### EXERCISE
Nothing is needed except the lines below that run from the one with "before = None;" through the one with "let outlet = site.outlets.get(outage.outlet).filter(|_|", repeated exactly.

[Dataset items]
━━━━━━━━━━━━━━━━━━━━━━━━━━━━━━

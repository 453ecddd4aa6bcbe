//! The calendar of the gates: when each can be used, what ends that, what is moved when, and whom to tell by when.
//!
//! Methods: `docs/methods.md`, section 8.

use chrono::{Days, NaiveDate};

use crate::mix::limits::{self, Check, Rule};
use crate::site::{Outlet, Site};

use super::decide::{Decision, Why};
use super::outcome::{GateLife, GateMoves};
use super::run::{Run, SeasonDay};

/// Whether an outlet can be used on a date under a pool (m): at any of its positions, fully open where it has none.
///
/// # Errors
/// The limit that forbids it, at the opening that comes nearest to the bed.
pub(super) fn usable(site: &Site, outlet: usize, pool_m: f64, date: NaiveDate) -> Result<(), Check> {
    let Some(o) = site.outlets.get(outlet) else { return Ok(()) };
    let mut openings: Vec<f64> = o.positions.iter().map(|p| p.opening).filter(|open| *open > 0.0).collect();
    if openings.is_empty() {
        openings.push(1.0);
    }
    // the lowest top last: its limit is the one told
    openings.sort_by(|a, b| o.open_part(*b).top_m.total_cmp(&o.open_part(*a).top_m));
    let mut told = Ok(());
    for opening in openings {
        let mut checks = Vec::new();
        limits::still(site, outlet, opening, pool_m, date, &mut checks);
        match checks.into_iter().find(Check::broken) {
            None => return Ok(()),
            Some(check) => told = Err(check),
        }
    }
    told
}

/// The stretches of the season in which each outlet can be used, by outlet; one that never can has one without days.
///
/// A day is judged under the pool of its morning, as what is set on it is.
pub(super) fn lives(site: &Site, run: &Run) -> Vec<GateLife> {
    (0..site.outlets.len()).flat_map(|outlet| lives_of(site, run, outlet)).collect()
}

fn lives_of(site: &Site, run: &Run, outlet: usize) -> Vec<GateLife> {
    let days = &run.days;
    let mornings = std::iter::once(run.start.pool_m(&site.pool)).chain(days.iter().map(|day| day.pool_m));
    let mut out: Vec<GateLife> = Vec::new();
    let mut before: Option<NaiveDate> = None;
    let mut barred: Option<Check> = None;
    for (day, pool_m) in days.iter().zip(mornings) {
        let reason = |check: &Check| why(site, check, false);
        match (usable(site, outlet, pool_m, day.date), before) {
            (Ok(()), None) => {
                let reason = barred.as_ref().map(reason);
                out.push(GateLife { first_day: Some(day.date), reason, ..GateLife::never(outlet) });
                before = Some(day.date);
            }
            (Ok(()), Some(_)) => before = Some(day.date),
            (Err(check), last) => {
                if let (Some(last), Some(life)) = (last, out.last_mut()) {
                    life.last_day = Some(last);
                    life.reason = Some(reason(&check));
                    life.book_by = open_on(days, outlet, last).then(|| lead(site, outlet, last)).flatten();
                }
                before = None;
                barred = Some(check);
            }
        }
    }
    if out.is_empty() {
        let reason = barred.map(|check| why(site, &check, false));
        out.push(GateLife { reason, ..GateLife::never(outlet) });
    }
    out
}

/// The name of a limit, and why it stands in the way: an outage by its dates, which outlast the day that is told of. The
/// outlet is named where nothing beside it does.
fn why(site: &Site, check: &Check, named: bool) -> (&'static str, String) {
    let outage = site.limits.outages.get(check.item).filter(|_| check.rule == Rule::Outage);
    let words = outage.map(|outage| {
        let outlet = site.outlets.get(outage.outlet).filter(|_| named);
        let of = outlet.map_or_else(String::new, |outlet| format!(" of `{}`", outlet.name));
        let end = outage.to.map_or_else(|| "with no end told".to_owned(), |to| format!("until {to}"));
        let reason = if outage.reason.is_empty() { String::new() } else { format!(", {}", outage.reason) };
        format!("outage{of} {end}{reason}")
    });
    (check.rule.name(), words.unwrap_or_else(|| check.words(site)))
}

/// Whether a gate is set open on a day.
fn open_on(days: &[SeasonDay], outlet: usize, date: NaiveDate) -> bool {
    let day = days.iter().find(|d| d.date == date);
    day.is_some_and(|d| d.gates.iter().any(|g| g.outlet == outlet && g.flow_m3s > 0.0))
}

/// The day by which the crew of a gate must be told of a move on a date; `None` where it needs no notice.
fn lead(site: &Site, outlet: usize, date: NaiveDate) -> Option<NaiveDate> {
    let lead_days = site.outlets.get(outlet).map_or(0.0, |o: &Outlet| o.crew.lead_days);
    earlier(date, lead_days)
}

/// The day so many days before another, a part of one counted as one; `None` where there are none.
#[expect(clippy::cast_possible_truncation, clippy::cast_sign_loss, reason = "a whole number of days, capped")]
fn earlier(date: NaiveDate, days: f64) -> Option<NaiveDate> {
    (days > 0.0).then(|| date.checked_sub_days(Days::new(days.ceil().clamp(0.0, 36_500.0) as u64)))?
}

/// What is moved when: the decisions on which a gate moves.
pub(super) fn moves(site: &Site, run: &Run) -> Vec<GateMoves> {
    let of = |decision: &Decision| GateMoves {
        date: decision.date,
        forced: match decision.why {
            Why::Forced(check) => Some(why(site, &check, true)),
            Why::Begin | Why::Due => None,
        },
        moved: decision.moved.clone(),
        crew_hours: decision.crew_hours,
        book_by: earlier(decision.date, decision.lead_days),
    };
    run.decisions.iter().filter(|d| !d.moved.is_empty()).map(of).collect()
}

━━━━━━━━━━━━━━━━━━━━━━━━━━━━━━

### EXERCISE RESULT
                before = None;
                barred = Some(check);
            }
        }
    }
    if out.is_empty() {
        let reason = barred.map(|check| why(site, &check, false));
        out.push(GateLife { reason, ..GateLife::never(outlet) });
    }
    out
}

/// The name of a limit, and why it stands in the way: an outage by its dates, which outlast the day that is told of. The
/// outlet is named where nothing beside it does.
fn why(site: &Site, check: &Check, named: bool) -> (&'static str, String) {
    let outage = site.limits.outages.get(check.item).filter(|_| check.rule == Rule::Outage);
    let words = outage.map(|outage| {
        let outlet = site.outlets.get(outage.outlet).filter(|_| named);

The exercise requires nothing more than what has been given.